You can actual enable journaling on your mailboxes for all users and eliminate the need for backups of the mailing application. It is actually safer than the backups.
Online archiving/journalling ensures a copy of all email records moving across the mail server. It ensure that you can actually use your emails from archival in case primary mailbox is not accessible. If not otherwise mandated, journalling acts as a better backup than the other backup approaches. It runs 24x7 without impacting the user experience and makes a copy while delivering it to the user which frees it up from a user deletion.
Archiving tools allow recovering your entire mailbox for a given or all users into pst files so if a user looses his entire mailbox, it can be rebuilt from archives itself in the desired form.
By archiving old data, you can understand information risk with comprehensive data mapping, manage the legal hold and conduct investigative search across billions of documents in seconds.
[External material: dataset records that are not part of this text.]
/// Fails, with one limit that has nothing available, marginals of both kinds, folded passes and limits not assessed.
pub(crate) fn failing() -> Assessment {
    use Basis::{Aqueous, Biochemical, Empirical, Physical};
    let mut a = assessment("Spheroid T-3", "tarn/spheroids.yaml");
    a.habitat = Some("tarn-ice".into());
    a.notes = Some("From the upper core.\nSection 2 was recut.".into());
    let mut contents = speaking(
        with(
            limit("contents-fit", "Room for the least contents", "space", Biochemical, Verdict::Fail),
            "µm^3",
            [0.0021, 0.0067],
            0.0004,
            [-0.504, -0.69, -0.32],
        ),
        "diameter",
        210.0,
        "nm",
    );
    contents.available_says = "room for macromolecules".into();
    contents.required_says = "the least genome, proteins and ribosomes".into();
    contents.available_formula = "lumen_volume * macromolecule_fraction".into();
    contents.required_formula = "genome_volume + ribosome_number * ribosome_volume".into();
    contents.parameters = vec![parameter("ribosome_volume", "nm^3", [3400.0, 3100.0, 3700.0])];
    contents.meaning =
        "Below this size a genome, the fewest proteins and the fewest ribosomes no longer fit.".into();
    contents.exceptions =
        Some("Host-dependent cells with reduced genomes; a single-polymer heredity.".into());
    let mut lumen = with(
        limit("lumen-left", "Lumen left inside the envelope", "space", Aqueous, Verdict::Fail),
        "nm",
        [-4.0, 5.0],
        0.031,
        [f64::NEG_INFINITY, f64::NEG_INFINITY, -0.21],
    );
    lumen.sources.push("oswin-2388".into());
    lumen.doubts = vec![doubt("least-lumen", "from-memory")];
    let mut upkeep = speaking(
        with(
            limit(
                "upkeep-power",
                "Power for upkeep",
                "energy",
                Empirical,
                Verdict::Marginal(Marginal::Undecided),
            ),
            "zW",
            [900.0, 410.0],
            0.7312,
            [0.34, -0.61, 1.3],
        ),
        "temperature",
        -7.0,
        "°C",
    );
    upkeep.extrapolated.push(Extrapolation {
        relation: "carbon-maintenance".into(),
        quantity: "temperature".into(),
        share: 1.0,
        by: 12.0,
        unit: unit("°C"),
    });
    upkeep.sources = vec!["pell-2395".into(), "quarl-2391".into()];
    upkeep.doubts = vec![doubt("upkeep.rate", "disputed")];
    let near = with(
        limit("uptake", "Uptake by diffusion", "supply", Physical, Verdict::Marginal(Marginal::Near)),
        "fmol/s",
        [0.012, 0.011],
        0.9499,
        [0.04, -0.002, 0.09],
    );
    let mut wide = with(
        limit("copying-errors", "Errors in copying", "fidelity", Biochemical, Verdict::Pass),
        "",
        [1.0, 0.21],
        0.9731,
        [0.68, 0.1, 1.4],
    );
    if let Some(numbers) = &mut wide.assessed {
        numbers.not_a_number_share = 0.003;
    }
    let mut turgor = with(
        limit("wall-stress", "Stress in the wall", "mechanics", Basis::Material, Verdict::Pass),
        "MPa",
        [30.0, 0.9],
        1.0,
        [1.52, 1.2, 1.8],
    );
    turgor.sources = vec!["oswin-2388".into()];

    turgor.doubts = vec![doubt("held-over", "from-memory")];
    a.constraints = vec![
        contents,
        lumen,
        upkeep,
        near,
        wide,
        turgor,
        with(
            limit("gas-diffusion", "Gas exchange", "supply", Physical, Verdict::Pass),
            "aW",
            [1.9e7, 4e-3],
            1.0,
            [9.7, 9.2, 10.1],
        ),
        with(
            limit("no-demand", "Light for the slowest growth", "energy", Physical, Verdict::Pass),
            "W/m^2",
            [1.0, 0.0],
            1.0,
            [f64::INFINITY; 3],
        ),
        missing(
            limit("membrane-leak", "Leak through the membrane", "energy", Aqueous, Verdict::NotAssessed),
            &[&["ionic_strength"]],
        ),
        missing(
            limit("heat-damage", "Repair of heat damage", "temperature", Biochemical, Verdict::NotAssessed),
            &[&["doubling_time", "growth_rate"], &["dose_rate"]],
        ),
        missing(
            limit("salt-stress", "Work against salt", "energy", Aqueous, Verdict::NotAssessed),
            &[&["ionic_strength"]],
        ),
    ];
    let mut ribosome_use =
        limit("ribosome-rate", "Ribosomes for growth", "growth", Biochemical, Verdict::NotAssessed);
    ribosome_use.reason = Some("rests on defaults alone".into());
    let mut water = limit("water-activity", "Water for growth", "water", Aqueous, Verdict::NotApplicable);
    water.reason = Some("the solvent is ammonia".into());
    a.constraints.extend([ribosome_use, water]);
    let mut diameter = quantity(
        "diameter",
        Origin::Given,
        "nm",
        [210.0, 161.0, 259.0],
        "normal, standard uncertainty 30 nm, 90 % within 161 to 259 nm",
    );
    diameter.remark = Some("section 2, after recutting".into());
    let mut power = quantity(
        "upkeep-per-year",
        Origin::Figure("upkeep-per-year".into()),
        "pJ",
        [13.0, 4.0, 40.0],
        "worked out",
    );
    power.about = "energy for upkeep in a year".into();
    a.quantities = vec![
        diameter,
        quantity(
            "temperature",
            Origin::Habitat,
            "°C",
            [-7.0, -15.2, 1.2],
            "normal, standard uncertainty 5 °C, 90 % within −15.2 to 1.2 °C",
        ),
        quantity("carbon-maintenance.activation_energy", Origin::Adopted, "kJ/mol", [69.0; 3], "exact"),
        free("envelope_thickness", "nm", [6.0, 20.0], 6.0, "thickness of the envelope on one side"),
        free("ribosome_number", "", [40.0, 70_000.0], 42.0, "ribosomes in a cell"),
        worked(
            quantity(
                "lumen_volume",
                Origin::Relation("lumen-of-sphere".into()),
                "µm^3",
                [0.0041, 0.0017, 0.008],
                "worked out",
            ),
            "pi / 6 * (diameter - 2 * envelope_thickness)^3",
            vec![],
        ),
        worked(
            quantity(
                "genome_volume",
                Origin::Relation("genome-volume".into()),
                "µm^3",
                [0.0012; 3],
                "worked out",
            ),
            "genome_length * volume_per_base_pair",
            vec![parameter("volume_per_base_pair", "nm^3", [1.1, 1.0, 1.2])],
        ),
        free("genome_length", "Mbp", [0.11, 10.0], 0.53, "length of the genome"),
        quantity(
            "macromolecule_fraction",
            Origin::Default,
            "%",
            [35.0, 31.0, 39.0],
            "uniform from 30 to 40 %",
        ),
        power,
    ];
    a.overall = OverallResult {
        verdict: Overall::Fail,
        chance: Some(0.0002),
        chance_se: Some(0.0001),
        assessed: 0,
        of: 0,
        basis: Some(Aqueous),
        outside_known_life: false,
        binding: Some("contents-fit".into()),
        binding_share: Some(0.934),
    };
    a.warnings = vec![Warning {
        code: "cut-by-bounds",
        message: "2.1 % of `temperature` lies outside its bounds and was left out".into(),
    }];
    a.run.settled = Some(false);
    a.run.draws = 1_048_576;
    a.run.overlays = vec!["copying-errors".into()];
    settle(a)
}

/// Passes everything that was assessed.
pub(crate) fn passing() -> Assessment {
    let mut a = assessment("Rodlet T-9", "tarn/rodlets.yaml");
    a.constraints = vec![
        speaking(
            with(
                limit(
                    "contents-fit",
                    "Room for the least contents",
                    "space",
                    Basis::Biochemical,
                    Verdict::Pass,
                ),
                "µm^3",
                [0.21, 0.013],
                0.9987,
                [1.21, 0.91, 1.5],
            ),
            "width",
            0.62,
            "µm",
        ),
        with(
            limit("uptake", "Uptake by diffusion", "supply", Basis::Physical, Verdict::Pass),
            "fmol/s",
            [3.2, 0.011],
            1.0,
            [2.46, 2.2, 2.7],
        ),
    ];
    a.quantities = vec![
        quantity("length", Origin::Given, "µm", [1.9; 3], "exact"),
        quantity("width", Origin::Given, "µm", [0.62, 0.52, 0.72], "uniform from 0.51 to 0.73 µm"),
    ];
    a.overall = OverallResult {
        chance: Some(0.9984),
        chance_se: Some(0.0003),
        basis: Some(Basis::Biochemical),
        binding: Some("contents-fit".into()),
        ..a.overall
    };
    a.run.settled = None;
    a.run.draws = 20_000;
    settle(a)
}

/// A text that tries everything that terminals, Markdown, spreadsheets and readers obey.
pub(crate) const HOSTILE: &str =
    "=T\u{1b}[2J\u{1b}]0;x\u{7}| `|` <b>*_#[a](b)\r\n\tend\u{9b}1m\u{202e}\u{2028}\u{7f} \"q\" 長 ";

/// Marginal and outside known life, with a hostile text in every field that a file of a user reaches.
pub(crate) fn hostile() -> Assessment {
    let mut a = failing();
    let evil = |text: &mut String| text.push_str(HOSTILE);
    a.name = HOSTILE.into();
    a.document = 3;
    evil(&mut a.file);
    a.notes = Some(format!("{HOSTILE}\n{HOSTILE}"));
    a.habitat.iter_mut().for_each(evil);
    a.attributes.insert(HOSTILE.into(), HOSTILE.into());
    a.run.overlays = vec![HOSTILE.into()];
    a.run.only = vec![HOSTILE.into()];
    for result in &mut a.constraints {
        for text in [
            &mut result.title,
            &mut result.family,
            &mut result.available_says,
            &mut result.required_says,
            &mut result.available_formula,
            &mut result.required_formula,
            &mut result.meaning,
        ] {
            evil(text);
        }
        result.exceptions.iter_mut().chain(&mut result.reason).for_each(evil);
        result.sources.push(HOSTILE.into());
        result.doubts.push(DoubtfulGround { what: HOSTILE.into(), standing: HOSTILE.into() });
        result.missing.iter_mut().flatten().for_each(evil);
        result.parameters.iter_mut().for_each(|one| evil(&mut one.name));
        result.extrapolated.iter_mut().for_each(|one| evil(&mut one.relation));
        result.speaks_of.iter_mut().for_each(|one| evil(&mut one.quantity));
    }
    for q in &mut a.quantities {
        for text in [&mut q.about, &mut q.distribution, &mut q.name] {
            evil(text);
        }
        q.remark = Some(HOSTILE.into());
        if let Some(working) = &mut q.working {
            evil(&mut working.formula);
        }
        if let Origin::Relation(id) | Origin::Figure(id) = &mut q.origin {
            evil(id);
        }
    }
    a.warnings.push(Warning { code: "hostile", message: HOSTILE.into() });
    a.citations.insert(HOSTILE.into(), citation(HOSTILE, Some(HOSTILE), "from-memory"));
    a.overall.verdict = Overall::Marginal;
    a.overall.outside_known_life = true;
    a.overall.basis = Some(Basis::Empirical);
    a
}

/// Nothing could be assessed.
pub(crate) fn unassessed() -> Assessment {
    let mut a = assessment("Grain T-11", "tarn/grains.yaml");
    a.constraints = vec![
        missing(
            limit(
                "contents-fit",
                "Room for the least contents",
                "space",
                Basis::Biochemical,
                Verdict::NotAssessed,
            ),
            &[&["diameter", "cell_volume"]],
        ),
        missing(
            limit("uptake", "Uptake by diffusion", "supply", Basis::Physical, Verdict::NotAssessed),
            &[&["diameter", "cell_volume"]],
        ),
    ];
    a.overall.verdict = Overall::NotAssessed;
    settle(a)
}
Archiving captures file and message content, attachment information, and all metadata for faster, more accurate search results. Many archiving products leverage advanced e-discovery features, such as searching by full text key word and key phrase, word proximity, file size, format, data, sender, recipients, and more.
Archiving tools allow you to search files or emails from the archive. With wide variety of search parameters possible, archiving tools help the management to search related content all across the organization without the need to depend on the user’s availability & acceptability to share the information. Especially with journalling enabled, it help search across the emails which might otherwise have been deleted by the user.
Compliance requirements for most organizations require retaining their data for long periods which could be 7 to 10 years depending on the industry and data types. Retaining the huge volumes of data on online storage and production databases has adverse effect as discussed above. Archiving gives an automated way to answer this. Archiving tools these days are compliant and certified by the various global records management standards.
Compliance works in conjunction with security. The archiving tools and absolutely secure in terms of managing them i.e. role based access to the team managing the archiving infrastructure and complete logging & alert mechanism for all activities being performed. They comply to all major Global Standards of Compliance related to data management including GDPR standards.
From infrastructure point of view, archiving to a cloud service provider gives you an automatic compliance to International Compliance Standards as the Cloud Service Providers ensure that their infrastructure is secure & meets all Global compliance standards.